Para Naime Barbosa, da SBI, ainda não há comprovação de que essas novas sublinhagens de fato tenham capacidade de provocar aumentos significativos. Ele atribui o crescimento observado nos países europeus ao frio, por exemplo, o que poderia ser replicado para a situação do Brasil que tem cidades vivendo temperaturas mais amenas.
— Até agora nenhuma variante parece um perigo tão grande como foi o surgimento da primeira versão da Ômicron em dezembro do ano passado, ou pior ainda com o surgimento da Gama no final de 2020. O aumento do número de casos que houve na Europa é por causa do frio, as pessoas ficam mais aglomeradas. Algumas dessas subvariantes novas são de fato mais transmissíveis, mas isso não quer dizer que, com uma população altamente vacinada, leve a um aumento significativo na hospitalização e óbito — diz o infectologista.
Bianca Cata Preta, mestre em epidemiologia e pesquisadora do Centro Internacional de Equidade em Saúde da Universidade Federal de Pelotas (UFPel), destaca ainda que a tendência com novas mutações do vírus é que ele se torne mais brando, e não o contrário.
— Pensando na evolução do vírus, é muito possível que ele sofra mutações para uma forma que não seja mais letal, até por uma estratégia de sobrevivência dele próprio, para não morrer junto com o hospedeiro. Então, embora possível, é pouco provável que surja uma variante que nos coloque de volta ao cenário de 2020 e 2021 — diz a especialista.
Futuro da pandemia
“Ainda estamos trabalhando muito nisso, mas a pandemia acabou”, declarou o presidente dos Estados Unidos, Joe Biden, no final de setembro. A fala foi seguida por opiniões divididas: enquanto parte concorda com a perspectiva do fim da crise sanitária, especialistas recebiam com cautela.
— Declarar o fim da pandemia é uma prerrogativa apenas da OMS, e por enquanto ela considera que continua sendo uma emergência global, embora se vislumbre no horizonte uma expectativa de que chegue ao fim — lembra Bianca Cata Preta.
Em reunião no final de outubro, a organização manteve o novo coronavírus como emergência internacional de saúde. “Embora seja óbvio que a situação global tenha melhorado desde que a pandemia começou, o vírus continua a sofrer mutações e a incerteza e muitos riscos permanecem”, disse na época o diretor-geral da organização, Tedros Adhanom Ghebreyesus.
Além da vacinação, os especialistas ouvidos pelo GLOBO destacam que é necessário ampliar o acesso aos antivírais disponíveis hoje para reduzir ainda mais as internações e óbitos do grupo de risco e chegar mais perto do fim da emergência sanitária. É o caso do Paxlovid, medicamento produzido pela farmacêutica Pfizer que reduziu em mais de 80% o risco de hospitalização nos estudos clínicos.

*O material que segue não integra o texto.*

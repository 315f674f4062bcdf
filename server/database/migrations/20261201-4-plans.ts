import { DataTypes } from "sequelize";
import type { Migration } from "../migrate.ts";
import { id, moments, reference } from "./columns.ts";

export const plansMigration: Migration = {
  name: "20261201-4-plans",
  async up(query) {
    await query.createTable("plans", {
      id,
      building_id: reference("buildings"),
      number: { type: DataTypes.INTEGER, allowNull: false },
      status: { type: DataTypes.STRING(10), allowNull: false, defaultValue: "draft" },
      survey_version: { type: DataTypes.INTEGER, allowNull: false },
      engine_version: { type: DataTypes.STRING(20), allowNull: false },
      choices: { type: DataTypes.JSON, allowNull: false },
      survey: { type: DataTypes.JSON, allowNull: false },
      engine_input: { type: DataTypes.JSON, allowNull: false },
      result: { type: DataTypes.JSON, allowNull: false },
      summary: { type: DataTypes.JSON, allowNull: false },
      proposed_option_id: { type: DataTypes.STRING(60), allowNull: true },
      created_by: reference("people", true),
      sent_at: { type: DataTypes.DATE(3), allowNull: true },
      answered_at: { type: DataTypes.DATE(3), allowNull: true },
      answered_by: reference("people", true),
      ...moments,
    });
    await query.addIndex("plans", ["building_id", "number"], { unique: true, name: "plans_building_number" });
    await query.createTable("plan_messages", {
      id,
      plan_id: reference("plans"),
      author_id: reference("people", true),
      author_role: { type: DataTypes.STRING(10), allowNull: false },
      text: { type: DataTypes.TEXT, allowNull: false },
      answer: { type: DataTypes.STRING(10), allowNull: true },
      ...moments,
    });
    await query.createTable("events", {
      id,
      farm_id: reference("farms"),
      building_id: reference("buildings", true),
      person_id: reference("people", true),
      action: { type: DataTypes.STRING(40), allowNull: false },
      detail: { type: DataTypes.JSON, allowNull: false },
      ...moments,
    });
  },
  async down(query) {
    await query.dropTable("events");
    await query.dropTable("plan_messages");
    await query.dropTable("plans");
  },
};
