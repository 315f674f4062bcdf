/** Where the rules of the month's energy come from. */
export const energySources = {
  ISO13790: {
    author: "ISO",
    year: 2008,
    title: "ISO 13790 Energy performance of buildings",
    part: "one lumped mass node behind the air, gains shared between air and mass, capped heating power",
    read: "from memory",
  },
  SOILMASS: {
    author: "trade practice",
    year: 2026,
    title:
      "Heat held by the top 0.1 m of moist soil or concrete, about 2.2e5 J/(m² K); floor to air about 6 W/(m² K)",
    read: "common practice",
  },
  IMPLICITEULER: {
    author: "Süli, E. and Mayers, D.",
    year: 2003,
    title: "An Introduction to Numerical Analysis",
    part: "implicit Euler method",
    read: "from memory",
  },
  LAGRANGE: {
    author: "Abramowitz, M. and Stegun, I. A.",
    year: 1964,
    title: "Handbook of Mathematical Functions, NBS",
    part: "25.2 interpolation through three points",
    read: "from memory",
  },
  LAMPHEAT: {
    author: "trade practice",
    year: 2026,
    title: "0.7 to 0.9 of lamp power warms the air",
    read: "common practice",
  },
  FRESNEL: {
    author: "Duffie, J. A. and Beckman, W. A.",
    year: 2013,
    title: "Solar engineering of thermal processes, chapter 5",
    part: "transmittance of film and glass for diffuse light against a right angle",
    read: "from memory",
  },
  ALBEDO: {
    author: "trade practice",
    year: 2026,
    title: "Crop and floor send 0.10 to 0.25 of the sun out again",
    read: "common practice",
  },
  VENTPOINT: {
    author: "trade practice",
    year: 2026,
    title: "Vents open about 3 K above the day set-point",
    read: "common practice",
  },
  CLOUDDAYS: {
    author: "trade practice",
    year: 2026,
    title: "A month's days in three sorts of brightness around its mean",
    read: "common practice",
  },
} as const;
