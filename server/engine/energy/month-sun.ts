import type { SurfaceModel } from "../balance/surface-model.ts";
import type { HouseShape } from "../geometry/house-shape.ts";
import { representativeDaySun, type SunHour } from "../solar/representative-day.ts";
import { planeIrradiance } from "../solar/transposition.ts";

/** Mean transmittance over all directions as a share of that at a right angle. Source [FRESNEL]: 0.915 to 0.925 for film and glass. */
const ALL_DIRECTIONS_SHARE = 0.92;
/** Share of the sun in the room that is not sent out again by crop, floor and stock. Source [ALBEDO]. */
const KEPT_SHARE = 0.85;

/** Sun of a month's mean day, hour by hour. */
export interface MonthSun {
  daylight: boolean[];
  /** Mean sun on each group of surfaces, W/m²: [hour][group]. */
  groupSunWM2: number[][];
  /** Sun kept in the room, W, with screens open. */
  inRoomW: number[];
}

export interface MonthSunInput {
  latitudeDeg: number;
  longitudeDeg: number;
  month: number;
  globalKwhM2Day: number;
  surfaces: readonly SurfaceModel[];
  groupCount: number;
  shape: HouseShape;
  floorAreaM2: number;
}

/**
 * Sun on the surfaces and into the room through the mean day of a month. The roofs of a range shade each other, so they are
 * counted by the flat ground they cover.
 * Shape: place, month, mean daily sum kWh/m², surfaces → 24 hours. Throws EngineInputError as the sun functions do.
 * Source [FRESNEL], [ALBEDO].
 */
export function monthSun(input: MonthSunInput): MonthSun {
  const hours = representativeDaySun(input);
  const range = input.shape.type === "venlo" || input.shape.type === "multiSpan";
  const roofAreaM2 = input.surfaces.reduce(
    (sum, surface) => sum + (surface.role === "roof" ? surface.areaM2 : 0),
    0,
  );
  const groupAreaM2 = Array<number>(input.groupCount).fill(0);
  for (const surface of input.surfaces)
    groupAreaM2[surface.group] = (groupAreaM2[surface.group] ?? 0) + surface.areaM2;
  const groupSunWM2: number[][] = [];
  const inRoomW: number[] = [];
  for (const hour of hours) {
    const groupW = Array<number>(input.groupCount).fill(0);
    let roomW = 0;
    for (const surface of input.surfaces) {
      const flatShare = range && surface.role === "roof" ? input.floorAreaM2 / roofAreaM2 : null;
      const onSurfaceW = surface.areaM2 * sunOnSurfaceWM2(hour, surface, flatShare);
      groupW[surface.group] = (groupW[surface.group] ?? 0) + onSurfaceW;
      roomW += onSurfaceW * surface.solarTransmittance * ALL_DIRECTIONS_SHARE * KEPT_SHARE;
    }
    groupSunWM2.push(groupW.map((watts, index) => watts / (groupAreaM2[index] || 1)));
    inRoomW.push(roomW);
  }
  return { daylight: hours.map((hour) => hour.ghiWM2 > 0), groupSunWM2, inRoomW };
}

function sunOnSurfaceWM2(hour: SunHour, surface: SurfaceModel, flatShare: number | null): number {
  if (hour.ghiWM2 <= 0) return 0;
  if (flatShare !== null) return hour.ghiWM2 * flatShare;
  return planeIrradiance(hour, hour.sun, surface).totalWM2;
}
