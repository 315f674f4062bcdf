/** A curve through three points, for a quantity that bends only a little. */
export interface Parabola {
  a: number;
  b: number;
  c: number;
}

/** Curve a + b x + c x² through three points with different x. Source [LAGRANGE]. */
export function parabolaThrough(
  x: readonly [number, number, number],
  y: readonly [number, number, number],
): Parabola {
  const slope01 = (y[1] - y[0]) / (x[1] - x[0]);
  const slope12 = (y[2] - y[1]) / (x[2] - x[1]);
  const c = (slope12 - slope01) / (x[2] - x[0]);
  const b = slope01 - c * (x[0] + x[1]);
  return { a: y[0] - x[0] * (b + c * x[0]), b, c };
}

/** Value of the curve at x. Source [LAGRANGE]. */
export function parabolaAt(curve: Parabola, x: number): number {
  return curve.a + x * (curve.b + curve.c * x);
}
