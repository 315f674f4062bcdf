import { DataTypes } from "sequelize";

/** Column shapes that every table shares. */
export const id = { type: DataTypes.UUID, primaryKey: true } as const;

export const moments = {
  created_at: { type: DataTypes.DATE(3), allowNull: false },
  updated_at: { type: DataTypes.DATE(3), allowNull: false },
} as const;

/** A foreign key; rows go with the row they belong to. */
export function reference(table: string, allowNull = false) {
  return {
    type: DataTypes.UUID,
    allowNull,
    references: { model: table, key: "id" },
    onDelete: allowNull ? "SET NULL" : "CASCADE",
    onUpdate: "CASCADE",
  };
}
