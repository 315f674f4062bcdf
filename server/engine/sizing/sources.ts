/** Where the rules of heater sizing come from. */
export const sizingSources = {
  COOLINGMASS: {
    author: "trade practice",
    year: 2026,
    title:
      "Heat held for some hours: 3 to 5 times the air's own for air and fittings, 25 mm of floor at 2.1 MJ/(m³ K)",
    read: "common practice",
  },
  COLDHOUSED: {
    author: "trade practice",
    year: 2026,
    title:
      "Calves, cattle, sheep and horses are kept in dry, draught-free barns without heat; the sick and newborn get a warm pen",
    read: "common practice",
  },
} as const;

No Brasil, ele foi incorporado ao Sistema Único de Saúde (SUS) há meses, porém apenas recentemente o país recebeu a primeira remessa com 50 mil unidades do medicamento. Para o vice-presidente da Abrasco, o acesso ainda é muito limitado.
— Os medicamentos praticamente não estão disponíveis. Embora do ponto de vista formal o ministério tenha incorporado, os serviços de saúde não conseguem acesso para tratar as pessoas com maior risco, o que ajudaria a reduzir as internações e óbitos. Não parece ser uma prioridade do governo brasileiro, e tinha que ser uma emergência, não tratada como rotina — diz o epidemiologista
Em nota, o Ministério da Saúde afirmou que há mais 50 mil unidades do antiviral encomendadas que estão previstas para serem entregues no início de 2023, de acordo com a previsão da Pfizer.